Our daily grief as believers is, that in spite of our best aspirations, and deepest sense of sweet obligation, we find it so hard to do our duty, to live according to the pattern which Christ commends to us. We are disappointed in ourselves and tempted to give up, to resent that God asks so much, instead of asking for his help.  Because the wonderful truth is that help is readily available, and we already have the basic provision that we need.

The bible makes it clear that as those who call on Jesus as ‘Lord’, we have been transformed, given a fresh start, made ‘new’ as Paul says in 2 Corinthians. Our nature has been renewed by the indwelling Spirit, and it is as though God had written his desires upon our hearts, so that our natural inclinations are now a mirror image of his own – although still badly clouded by the deceptive remnant of rebellion that haunts us!

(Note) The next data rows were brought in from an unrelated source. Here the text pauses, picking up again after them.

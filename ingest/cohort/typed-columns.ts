/**
 * Column typing of a participants/cohort table: a column whose non-missing values all parse as
 * decimal numbers (and which has at least one value) is numeric; any other is text.
 * Missing values ('n/a', empty) are null either way.
 */
import { parseNumber } from './delimited.ts';
import type { ColumnKind } from './types.ts';

export function columnKind(values: readonly (string | null)[]): ColumnKind {
  let any = false;
  for (const v of values) {
    if (v === null) continue;
    if (parseNumber(v) === null) return 'string';
    any = true;
  }
  return any ? 'number' : 'string';
}

export function typedValue(value: string | null, kind: ColumnKind): number | string | null {
  if (value === null) return null;
  return kind === 'number' ? (parseNumber(value) as number) : value;
}
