/**
 * Columnar bulk insert through the DuckDB appender, in whole data chunks of up to 2048 rows
 * (the DuckDB vector size). Appending row by row is about 30× slower (../../shared/STACK.md).
 *
 * Each column is given as a function row → value, so the caller can read straight from its
 * typed arrays without building per-row objects. FLOAT[] lists are copied into the list's
 * child vector in one block per chunk.
 */
import duckdb from '@duckdb/node-bindings';
import { DuckDBDataChunk, timestampValue, type DuckDBConnection, type DuckDBVector } from '@duckdb/node-api';
import { StoreError } from './errors.ts';
import type { ColumnDef, TableDef } from './schema.ts';

export type CellValue = string | number | boolean | Date | Float32Array | null;

/** One value source per column name of the table; every column must be present. */
export type ColumnSources = Record<string, (row: number) => CellValue>;

/** Append rowCount rows to table, column values read from sources. Runs inside the caller's transaction. */
export async function appendColumns(
  connection: DuckDBConnection,
  table: TableDef,
  rowCount: number,
  sources: ColumnSources,
): Promise<void> {
  if (rowCount === 0) return;
  for (const name of Object.keys(sources)) {
    if (!table.columns.some((c) => c.name === name)) throw new StoreError(`no such column`, { table: table.name, column: name });
  }
  const getters = table.columns.map((c) => {
    const get = sources[c.name];
    if (get) return get;
    if (c.notNull) throw new StoreError('value source missing for a NOT NULL column', { table: table.name, column: c.name });
    return () => null;
  });
  const appender = await connection.createAppender(table.name);
  try {
    const types = Array.from({ length: appender.columnCount }, (_, i) => appender.columnType(i));
    if (types.length !== table.columns.length) {
      throw new StoreError(`database has ${types.length} columns, schema.ts has ${table.columns.length}`, { table: table.name });
    }
    const chunkRows = duckdb.vector_size();
    for (let start = 0; start < rowCount; start += chunkRows) {
      const n = Math.min(chunkRows, rowCount - start);
      const chunk = DuckDBDataChunk.create(types, n);
      for (let c = 0; c < table.columns.length; c++) {
        const def = table.columns[c];
        if (def.type === 'FLOAT[]') fillFloatList(chunk, c, def, table.name, start, n, getters[c]);
        else fillScalar(chunk.getColumnVector(c), def, table.name, start, n, getters[c]);
      }
      appender.appendDataChunk(chunk);
    }
    appender.flushSync();
  } catch (error) {
    // Closing an appender whose flush failed raises "transaction is aborted"; keep the first error.
    try {
      appender.closeSync();
    } catch {
      // the original error below says what went wrong
    }
    throw error;
  }
  appender.closeSync();
}

function fillScalar(
  vector: DuckDBVector,
  def: ColumnDef,
  table: string,
  start: number,
  n: number,
  get: (row: number) => CellValue,
): void {
  for (let i = 0; i < n; i++) {
    const row = start + i;
    const value = get(row);
    if (value === null || value === undefined) {
      if (def.notNull) throw new StoreError('null in a NOT NULL column', { table, column: def.name, row });
      vector.setItem(i, null);
      continue;
    }
    vector.setItem(i, checked(value, def, table, row) as never);
  }
  vector.flush();
}

function checked(value: CellValue, def: ColumnDef, table: string, row: number): unknown {
  const where = { table, column: def.name, row };
  switch (def.type) {
    case 'VARCHAR':
    case 'JSON':
      if (typeof value !== 'string') throw new StoreError(`expected a string, got ${describe(value)}`, where);
      return value;
    case 'INTEGER':
      if (typeof value !== 'number' || !Number.isInteger(value) || Math.abs(value) > 2 ** 31 - 1) {
        throw new StoreError(`expected a 32-bit integer, got ${describe(value)}`, where);
      }
      return value;
    case 'DOUBLE':
    case 'FLOAT':
      if (typeof value !== 'number' || !Number.isFinite(value)) {
        throw new StoreError(`expected a finite number (null for missing), got ${describe(value)}`, where);
      }
      return value;
    case 'BOOLEAN':
      if (typeof value !== 'boolean') throw new StoreError(`expected a boolean, got ${describe(value)}`, where);
      return value;
    case 'TIMESTAMP':
      if (!(value instanceof Date) || Number.isNaN(value.getTime())) throw new StoreError(`expected a Date, got ${describe(value)}`, where);
      return timestampValue(BigInt(value.getTime()) * 1000n);
    case 'FLOAT[]':
      throw new StoreError('list column filled as scalar', where);
  }
}

function describe(value: unknown): string {
  if (value instanceof Float32Array) return `Float32Array(${value.length})`;
  return typeof value === 'string' ? JSON.stringify(value.slice(0, 80)) : String(value);
}

/** FLOAT[]: list entries (offset, length) per row, then all floats copied into the child vector at once. */
function fillFloatList(
  chunk: DuckDBDataChunk,
  column: number,
  def: ColumnDef,
  table: string,
  start: number,
  n: number,
  get: (row: number) => CellValue,
): void {
  const lists: Float32Array[] = new Array(n);
  const entries = new BigUint64Array(2 * n);
  let total = 0;
  for (let i = 0; i < n; i++) {
    const value = get(start + i);
    const where = { table, column: def.name, row: start + i };
    if (!(value instanceof Float32Array)) throw new StoreError(`expected a Float32Array, got ${describe(value)}`, where);
    for (let k = 0; k < value.length; k++) {
      if (!Number.isFinite(value[k])) throw new StoreError(`non-finite value ${value[k]} at index ${k}`, where);
    }
    lists[i] = value;
    entries[2 * i] = BigInt(total);
    entries[2 * i + 1] = BigInt(value.length);
    total += value.length;
  }
  const flat = new Float32Array(total);
  for (let i = 0, at = 0; i < n; i++) {
    flat.set(lists[i], at);
    at += lists[i].length;
  }
  const vector = duckdb.data_chunk_get_vector(chunk.chunk, column);
  duckdb.list_vector_reserve(vector, total);
  duckdb.list_vector_set_size(vector, total);
  const child = duckdb.list_vector_get_child(vector);
  if (total > 0) duckdb.copy_data_to_vector(child, 0, flat.buffer, 0, flat.byteLength);
  duckdb.copy_data_to_vector(vector, 0, entries.buffer, 0, entries.byteLength);
}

That deep desire to honour God through fulfilling my duties as a believer – that is my new nature at work; those little victories over old bad habits and selfishness – that is my new nature, growing stronger under the influence of the Spirit; the increased ease with which I reach out in love to serve, and the joy which it brings – are the fruits of God’s gracious equipping of me with all that I need to do his will.

Instead of despairing over my failures, let me promptly bring them to God in repentance, and then set off in joy and renewed trust to try again, confident that his power and provision for me, the new nature he is nurturing in me, will bear good fruit. In doing my duties as a Christian, I express my debt to my Lord, and serve him with delight, exulting in the privilege of such a position and resting in his understanding love.

May God continue to give us daily the things we need, and strengthen his likeness in us, so that we may serve naturally and gladly, bringing glory to him and blessing to others.